The seismic tomographic images showed that in some cases, cold tectonic plates sink only to depths of about 600 to 700 kilometers—near the base of the upper mantle. In other cases, they sink more than halfway into the lower mantle. These results clearly show that the density contrast (of lighter and denser rocks) at the base of the upper mantle is not a barrier to mixing between the upper and lower mantle.
How can we then explain the evidence for distinct reservoirs in the mantle? In other words, why isn’t our mantle soup well mixed?
This vexing question is unresolved. Some scientists have proposed that there are “unstirred” blobs of material floating in the mantle that have persisted throughout most of geologic history. Others have suggested that a dense, poorly mixed region exists in the lower 1,000 kilometers of the mantle. This region is chemically distinct and rich in heat-producing elements, and it generates flow into “hotspot” areas.
Other unanswered questions
There are other puzzling questions about how the mantle convection engine works. For example, seismic tomography studies of the shallow mantle beneath oceanic spreading centers reveal a broad region of slow seismic velocities. This suggests the presence of partially melted material across an area of several hundred kilometers. Yet volcanic activity at mid-ocean ridges occurs over remarkably narrow zones just a few kilometers wide. We don’t know how melting produced over such a broad region in the mantle can be focused into such a narrow zone of eruptive activity at the seafloor.
Another major debate centers around the origin of hotspot volcanic centers such as Hawaii and Iceland. Some researchers argue that hotspots are caused by rising plumes of hot mantle material originating in the “unstirred” reservoir just above the earth’s core. Others think that processes occurring in the uppermost mantle cause some hotspots. Answering such questions will require the integration of data from seismology, geochemistry, and mineral physics with fluid-dynamical modeling of mantle convection.
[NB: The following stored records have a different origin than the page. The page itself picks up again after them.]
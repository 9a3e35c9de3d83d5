package main

import (
	"os"
	"path/filepath"
	"strings"

	"ebbline/pva"
	"ebbline/pva/casefile"
	"ebbline/pva/fit"
	"ebbline/reports"
	"ebbline/reports/text"
	"ebbline/reports/tidy"

	"github.com/spf13/cobra"
	"github.com/spf13/pflag"
)

// fitInput is what the command line of fit says.
type fitInput struct {
	opt         fit.Options
	zeros       string
	make        fit.CaseOptions
	write, json string
	quiet       bool
	force       bool
	flags       *pflag.FlagSet
}

func newFit(a *app) *cobra.Command {
	in := &fitInput{}
	cmd := &cobra.Command{
		Use:   "fit COUNTS",
		Short: "Estimate growth, its variance and crowding from a series of counts",
		Long: `Reads a series of counts (CSV, or the sheet Counts or first sheet of an .xlsx
workbook, with a header: year and count; optionally se or cv, the error of each
count, effort, and note; years may be missing) and fits growth with drift, three
curves of crowding, and the split of process from observation error, each with
its interval; states the risk that the drift model puts on a fall, unless the
counts do not carry one, and why.

With --write it makes a case from the fit, ready for assess. Counts alone cannot
tell births from deaths: the case needs --survival (or --generation). Births are
taken to come once a year unless --breeding says otherwise.`,
		Example: `  ebbline fit counts.csv --threshold 20 --horizon 30
  ebbline fit counts.csv --write mycase.toml --survival 0.8
  ebbline assess mycase.toml`,
		Args: cobra.ExactArgs(1),
		RunE: func(_ *cobra.Command, args []string) error { return in.run(a, args[0]) },
	}
	f := cmd.Flags()
	in.flags = f
	f.StringVar(&in.write, "write", "", "write a case made from the fit to `CASE.toml`")
	f.StringVar(&in.make.Breeding, "breeding", "", "births once a year or all through it: `pulse or flow` (for --write; default: pulse, told as assumed)")
	f.Float64Var(&in.make.Survival, "survival", 0, "mean `SHARE` of the counted animals that survive a year (for --write)")
	f.Float64Var(&in.make.Generation, "generation", 0, "mean age of parents in `YEARS` from when an animal is first counted, in place of --survival")
	f.Float64Var(&in.make.Split, "split", 0.5, "`SHARE` of the environmental variance that births have; deaths have the rest (for --write)")
	f.StringVar(&in.make.Model, "model", "", "`NAME` of the model of growth to write (default: the one of the lowest AICc but theta-logistic)")
	f.Float64Var(&in.opt.Threshold, "threshold", 0, "`ABUNDANCE` at or below which the population has fallen (default: a tenth of the last count)")
	f.IntVar(&in.opt.Horizon, "horizon", 50, "`YEARS` to look ahead")
	f.StringVar(&in.zeros, "zeros", "", "what a count of 0 means: `missing or half`")
	f.Uint64Var(&in.opt.Seed, "seed", 1, "the seed of the random numbers of the risk's interval")
	f.StringVar(&in.json, "json", "", "write the result as JSON to `FILE` (- is standard output)")
	f.BoolVar(&in.quiet, "quiet", false, "print nothing but errors")
	f.BoolVar(&in.force, "force", false, "overwrite existing files")
	return cmd
}

func (in *fitInput) run(a *app, path string) error {
	if err := in.check(); err != nil {
		return err
	}
	for _, out := range []string{in.write, in.json} {
		if out != "" && out != "-" && sameFile(out, path) {
			return badInputf("%s is the file of counts itself; give another name", out)
		}
	}
	if in.write != "" && sameFile(in.write, in.json) {
		return badInputf("%s cannot be both the case and the JSON file", in.write)
	}
	series, err := readCounts(path)
	if err != nil {
		return badInput{err}
	}
	in.opt.Zeros = fit.ZeroRule(in.zeros)
	result, err := fit.Fit(series, in.opt)
	if err != nil {
		return badInputf("%s: %w", path, err)
	}
	var written *fit.Written
	var file []byte
	if in.write != "" {
		if written, file, err = in.makeCase(result); err != nil {
			return badInputf("%s: %w", path, err)
		}
	}
	if in.json != "" {
		doc, err := tidy.FitJSON(result, written, pva.Version)
		if err != nil {
			return err
		}
		if in.json == "-" {
			_, err = a.out.Write(doc)
		} else {
			err = reports.Save(in.json, doc)
		}
		if err != nil {
			return err
		}
	}
	said := text.Fit(result, written)
	if in.write != "" {
		if err := reports.Save(in.write, file); err != nil {
			return err
		}
		said += "Wrote " + in.write + ". Look it over, then: ebbline assess " + in.write + "\n"
	}
	if !in.quiet {
		a.say(in.json == "-", said)
	}
	return nil
}

// check refuses, before anything is read, what cannot be written, and flags
// that say nothing without --write or that no number of is meant by 0.
func (in *fitInput) check() error {
	if in.write == "" {
		for _, name := range []string{"breeding", "survival", "generation", "split", "model"} {
			if in.flags.Changed(name) {
				return badInputf("--%s says how a case is made: give --write CASE.toml beside it", name)
			}
		}
	} else if !strings.EqualFold(filepath.Ext(in.write), ".toml") {
		return badInputf("%s: a case file ends in .toml", in.write)
	}
	for name, v := range map[string]float64{"threshold": in.opt.Threshold, "survival": in.make.Survival, "generation": in.make.Generation, "horizon": float64(in.opt.Horizon)} {
		if in.flags.Changed(name) && !(v > 0) {
			return badInputf("--%s %g is not above 0", name, v)
		}
	}
	if in.flags.Changed("seed") && in.opt.Seed == 0 {
		return badInputf("--seed 0 is no seed here: give a whole number from 1")
	}
	if in.force {
		return nil
	}
	for _, path := range []string{in.write, in.json} {
		if _, err := os.Stat(path); path != "" && path != "-" && err == nil {
			return badInputf("%s exists; use --force to replace it", path)
		}
	}
	return nil
}

// makeCase makes the case and its file.
func (in *fitInput) makeCase(r *fit.Result) (*fit.Written, []byte, error) {
	in.make.ThresholdSaid = in.flags.Changed("threshold")
	in.make.HorizonSaid = in.flags.Changed("horizon")
	if in.make.BreedingAssumed = !in.flags.Changed("breeding"); in.make.BreedingAssumed {
		in.make.Breeding = "pulse"
	}
	w, err := r.Case(in.make)
	if err != nil {
		return nil, nil, err
	}
	c, faults := pva.Build(w.Entries)
	if len(faults) > 0 {
		return nil, nil, faults
	}
	return w, casefile.Write(c), nil
}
New tools to look into the earth
This is a particularly exciting time for studies of the oceanic upper mantle. Advances in ocean-bottom seismic instrumentation now make it possible to record high-quality, seismic data from earthquakes at sites over the two-thirds of the planet covered by water.
Advances in geochemical and petrological studies over the past decade, including new analytical and sampling techniques, are defining important new limits on the mantle conditions that produce melting.
And in recent years we’ve seen tremendous increases in the affordability and speed of computer systems, improved numerical techniques, and a growing understanding of the complex processes of melting and viscous flow.
These advances are allowing the development of the first global-scale, self-consistent, three-dimensional models of mantle convection that can explain our surface observations of tectonic plate motions, gravity and topography. These studies will lead to much more complete understanding of mantle convection.
Like the auto mechanic at your local garage, we are finally “lifting the hood” to view Earth’s engine and the forces that drive changes on the face of the earth.